About this task - Find the line with "import dev.stopline.monitor.Decision;" in the data below, then restate it and all remaining lines exactly, adding nothing.

Material for this exercise -
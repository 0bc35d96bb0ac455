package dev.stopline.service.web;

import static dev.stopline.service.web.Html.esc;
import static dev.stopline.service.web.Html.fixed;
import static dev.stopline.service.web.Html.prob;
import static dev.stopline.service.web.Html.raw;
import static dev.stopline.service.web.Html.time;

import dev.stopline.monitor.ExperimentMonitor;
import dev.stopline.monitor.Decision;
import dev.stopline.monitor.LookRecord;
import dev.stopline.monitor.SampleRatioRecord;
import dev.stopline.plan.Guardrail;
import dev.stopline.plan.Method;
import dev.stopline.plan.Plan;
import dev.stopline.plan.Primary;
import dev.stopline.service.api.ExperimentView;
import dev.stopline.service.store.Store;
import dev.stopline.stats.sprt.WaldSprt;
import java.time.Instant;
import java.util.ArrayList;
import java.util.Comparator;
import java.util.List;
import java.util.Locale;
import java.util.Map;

Response -
import dev.stopline.monitor.Decision;
import dev.stopline.monitor.LookRecord;
import dev.stopline.monitor.SampleRatioRecord;
import dev.stopline.plan.Guardrail;
import dev.stopline.plan.Method;
import dev.stopline.plan.Plan;
import dev.stopline.plan.Primary;
import dev.stopline.service.api.ExperimentView;
import dev.stopline.service.store.Store;
import dev.stopline.stats.sprt.WaldSprt;
import java.time.Instant;
import java.util.ArrayList;
import java.util.Comparator;
import java.util.List;
import java.util.Locale;
import java.util.Map;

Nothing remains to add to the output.